1. Describe your career progress to date and your future short-term and long-term career goals. How do you expect an MBA from Wharton to help you achieve these goals, and why is now the best time for you to join our program? (1,000 words)
Because Personal Statements are similar from one application to the next, we have produced the “MBA Mission Personal Statement Guide.” We offer our guide to candidates free of charge, via our online store. Please feel free to download your copy today.
For additional information on the Wharton experience, please consult the MBA Mission Insider’s Guide series.
As for Wharton itself, experience has shown, and successful candidates who have gone on to work with Wharton admissions have confirmed, that Wharton pays special attention to “Why Wharton/Why now” and that your reasons must be thorough and compelling. This is not exactly news, as every school wants to see this emphasis, but Wharton is more inclined to “ding” those who don’t nail this section. Your “Why Wharton” rationale should not just offer praise for the school, but should illustrate your clear connection, academically, professionally and socially (meaning that you understand the environment that you will be entering).
2. Describe a setback or a failure that you have experienced. What role did you play, and what did you learn about yourself? (500 words)
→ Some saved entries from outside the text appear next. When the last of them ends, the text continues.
"""Every key of a ledger has words of its own: for headings, derivations, the results file."""

from __future__ import annotations

from collections import Counter
from dataclasses import replace
from pathlib import Path

import pytest

from reporter.api import read
from reporter.assess.pipeline import assess
from reporter.errors import LedgerError
from reporter.outcome import Outcome
from reporter.quantities import label_of, quantity_of, table
from reporter.record import Given, SamplingSystem
from tests.record_factory import (
    assessed,
    channel,
    fuel,
    fuel_use,
    identity,
    in_run,
    limit,
    number,
    readings,
    record,
    rerun,
    runs,
    train,
)

SAMPLES = sorted((Path(__file__).parents[2] / "sample_inputs" / "valid").glob("*.xlsx"))


def _sample(path: Path) -> Outcome:
    found = read(path)
    assert found.record is not None
    return assess(found.record)


def _odd() -> Outcome:
    """A record that takes the paths the samples do not: groups, exclusion, ND, mass channels, other conditions."""
    channels = (
        channel("NOx", unit="mg/m3", wet=True),
        channel("CO"),
        channel("O2", wet=True, standard_uncertainty=number(0.1, "%")),
        channel("CO2", system=Given(SamplingSystem.DILUTION), dilution_factor=number(1.0)),
        channel("NOx B", gas="nox"),
    )
    values = {"NOx": 80.0, "CO": lambda t: "ND", "O2": in_run((4.0, 9.0, 4.0)), "CO2": 9.0, "NOx B": "OVER"}
    made = record(
        test=identity(unit_system="SI"),
        channels=channels,
        readings=readings(values),  # type: ignore[arg-type]
        runs=runs(
            moisture=number(15.0, "%"),
            stack_temperature=number(60.0, "°C"),
            barometric_pressure=number(29.9, "inHg"),
            relative_humidity=number(50.0, "%"),
            ambient_temperature=number(68.0, "°F"),
            heat_input=number(50.0, "GJ/h"),
            stack_flow=number(10_000.0, "Nm3/h"),
            flow_basis="wet standard",
            load=number(10.0, "MW"),
            load_basis=number(12_000.0, "kW"),
            output=number(4.0, "MW"),
            installed_monitor_mean=number(39.0, "ppm"),
        ),
        moisture=(train("1", meter_volume_end=number(30.0, "ft3"), meter_temperature=number(80.0, "°F"),
                        meter_pressure=number(29.5, "inHg"), water_collected=number(90.0, "mL")),),
        fuels=(fuel(), fuel("distillate oil")),
        fuel_use=(
            fuel_use("1", rate=number(100.0, "m3/h"), heating_value=number(38.0, "MJ/m3")),
            fuel_use("1", rate=number(90.0, "m3/h"), heating_value=number(38.0, "MJ/m3")),
            fuel_use("1", "distillate oil", rate=number(10.0, "GJ/h")),
        ),
        limits=(
            limit("A", value=300.0, unit="mg/m3", reference_oxygen=number(3.0, "%")),
            limit("B", value=300.0, unit="mg/Nm3", averaging="each run", rounding="half up to 2 significant digits"),
            limit("C", value=3.0, unit="g/kWh"),
            limit("D", value=9.0, unit="kg/h", minimum_run_length=number(20.0, "min")),
            limit("E", value=60.0, unit="lb/MMBtu", factor_table="60.45(f)"),
            limit("F", reference_oxygen=number(3.0, "%"), diluent="CO2"),
        ),
    )  # fmt: skip
    return assess(rerun(made, "3", excluded_because="load"))


def _grouped() -> Outcome:
    made = tuple(replace(r, group=Given("high" if r.run.value == "1" else "low")) for r in runs())
    return assessed(runs=made, fuels=(fuel(),), limits=(limit(applies_when="low"),))


def _check(outcome: Outcome) -> None:
    labels: dict[str, str] = {}
    for entry in outcome.ledger:
        label = label_of(entry.key)
        labels[entry.key] = label
        assert label.strip() == label
        assert label
        assert "None" not in label
        assert len(label) < 200
        if entry.key.startswith("run."):
            assert label.endswith(f"run {entry.key.split('.')[1]}")
        quantity, _ = quantity_of(entry.key)
        assert quantity.decimals is None or 0 <= quantity.decimals <= 6
    twice = {label: count for label, count in Counter(labels.values()).items() if count > 1}
    assert not {key: label for key, label in labels.items() if label in twice}


@pytest.mark.parametrize("path", SAMPLES, ids=lambda path: path.stem)
def test_every_key_of_a_sample_has_a_label_of_its_own(path: Path) -> None:
    _check(_sample(path))


def test_every_key_of_odd_records_has_one_too() -> None:
    _check(_odd())
    _check(_grouped())


@pytest.mark.parametrize(
    ("key", "label"),
    [
        ("run.1.nox.corrected", "NOx, corrected for bias and drift, run 1"),
        ("run.2.nox_b.dry", "nox b, dry, run 2"),
        ("run.span.nox.mean", "NOx, mean of valid readings, run span"),
        ("average.nox.at_reference.limit_b", "NOx, at the reference diluent, for limit b, average of runs"),
        ("average.nox.dry.group_high_load", "NOx, dry, group high load, average of runs"),
        ("limit.dry.oxygen_constant", "limit dry, percent oxygen of dry air"),
        ("comparison.l1.count", "limit l1, valid runs"),
        ("cylinder.reading.nox.certified", "cylinder reading, NOx, certified value"),
        ("calibration.nox.system_2.bias", "NOx, system 2, system bias"),
        ("fuel.natural_gas.fd", "natural gas, F factor, dry"),
        ("run.1.valid.nox_o2", "counts as valid (1) or not (0), NOx, O2, run 1"),
        ("run.1.combustion.nitrogen", "nitrogen by difference, run 1"),
        ("fuel.wood.nitrogen", "wood, nitrogen"),
    ],
)
def test_labels(key: str, label: str) -> None:
    assert label_of(key) == label


def test_a_key_of_no_quantity_is_refused() -> None:
    with pytest.raises(LedgerError):
        label_of("run.1.nox.whatever")


def test_labels_have_no_full_stop_and_no_key_words() -> None:
    for row in table().values():
        assert not row.label.endswith(".")
        assert "_" not in row.label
The best failure essays are often those that show reasoned optimism and tremendous momentum toward a goal – a goal that is ultimately derailed. In most cases, you will need to show that you were emotionally invested in your project/experience, which will enable the reader to connect with your story and vicariously experience your disappointment. If you were not invested at all, it is hardly credible to discuss the experience as a failure or learning experience.
With respect to setbacks, the door swings open to a range of personal experience as well. For example, you could not discuss an injury that prevented you from competing for an elite college athletic competition as a failure, but it would certainly qualify as a setback. You can carefully consider setbacks in which you bear no responsibility for creating the situation. In such a case, again, it is crucial that you show that you were emotionally invested, that events were going in a certain direction and that the situation quickly turned in an unfavorable direction.
Of course, the second part of the story, the reflective element, is vital. It is very easy to offer trite and clichéd statements about your response to the problem and what you learned about yourself (Note: everyone learns resiliency – consider another key learning). It will take time to truly create a unique statement about your road forward and lessons learned, but the payoff will come in an essay that is much more personal and self-aware than thousands of others.
3. Where in your background would we find evidence of your leadership capacity and/or potential? (500 words)
In this essay, you have an opportunity to offer more than a single experience in one essay. It is possible to select two instances (three would likely be pushing it) in your background that showcase your distinct leadership skills. If you do choose to select two experiences, you would be wise to offer those that highlight different aspects of your style. For example, an “on the field” athletic leadership may exemplify strength of personality, while work experience might highlight skills of persuasion and diplomacy. Regardless of the story or stories that you select, it is important that you prove to the Admissions Committee that you have an understanding of your own style and how you can be effective in leadership roles. Although there is no specific request for reflection in this essay, it would still be appropriate for you to contemplate your actions and show self-awareness.
4. Please respond to one (1) of the following questions:
a. Describe an experience you have had innovating or initiating, your lessons learned, the results and impact of your efforts. (500 words)
It is interesting that the Admissions Committee chose “innovating or initiating”. Although both actions require you to show your impact on a process, they are in and of themselves quite different. (Innovation means changing an existing process, while initiating means commencing a process.) It is possible that the Admissions Committee felt that because choosing only one word would be limiting in terms of accessing candidate experiences (some candidates struggle with Haas short essay three, where one must offer an “innovative solution) that they would at least give two opportunities for candidates to brainstorm around.
Of course, this essay becomes all the more challenging, coming after a mandatory leadership essay, where you must offer more than one example of leadership. Clearly, there can be some overlap between innovating/initiating and leading. So, you would be wise to brainstorm and really map out your strategy for these essays, lest you exhaust your stories before you have written this one.
After identifying your distinct idea, we would recommend that you focus on the “how?” and “why?” aspects of your actions. Innovation and initiation are the result of maintaining awareness of yourself and your surroundings and then recognizing a need or a problem that can be solved. How did this idea come to you? How did you and why were you capable of taking action and driving a process forward? Remember, the story in and of itself is not enough. The Admissions Committee wants to understand your results (which should flow naturally from the narrative), but more importantly, your lessons learned, which will require reflection.
b. Is there anything about your background or experience that you feel you have not had the opportunity to share with the Admissions Committee in your application? If yes, please explain. (500 words)
Essentially, this question is a “catchall” in which the Admissions Committee is ensuring that you will not miss the opportunity to offer something vital. If you happen to have unique experiences that do not fit neatly into the questions above, you can explore them here. While this question is open-ended, it is still a mistake to create an essay that lacks scope. This should not be a collection of ideas that you could not incorporate above, but a focused and compelling statement about your candidacy. It would be wise for you to think through a thesis statement before you start to write.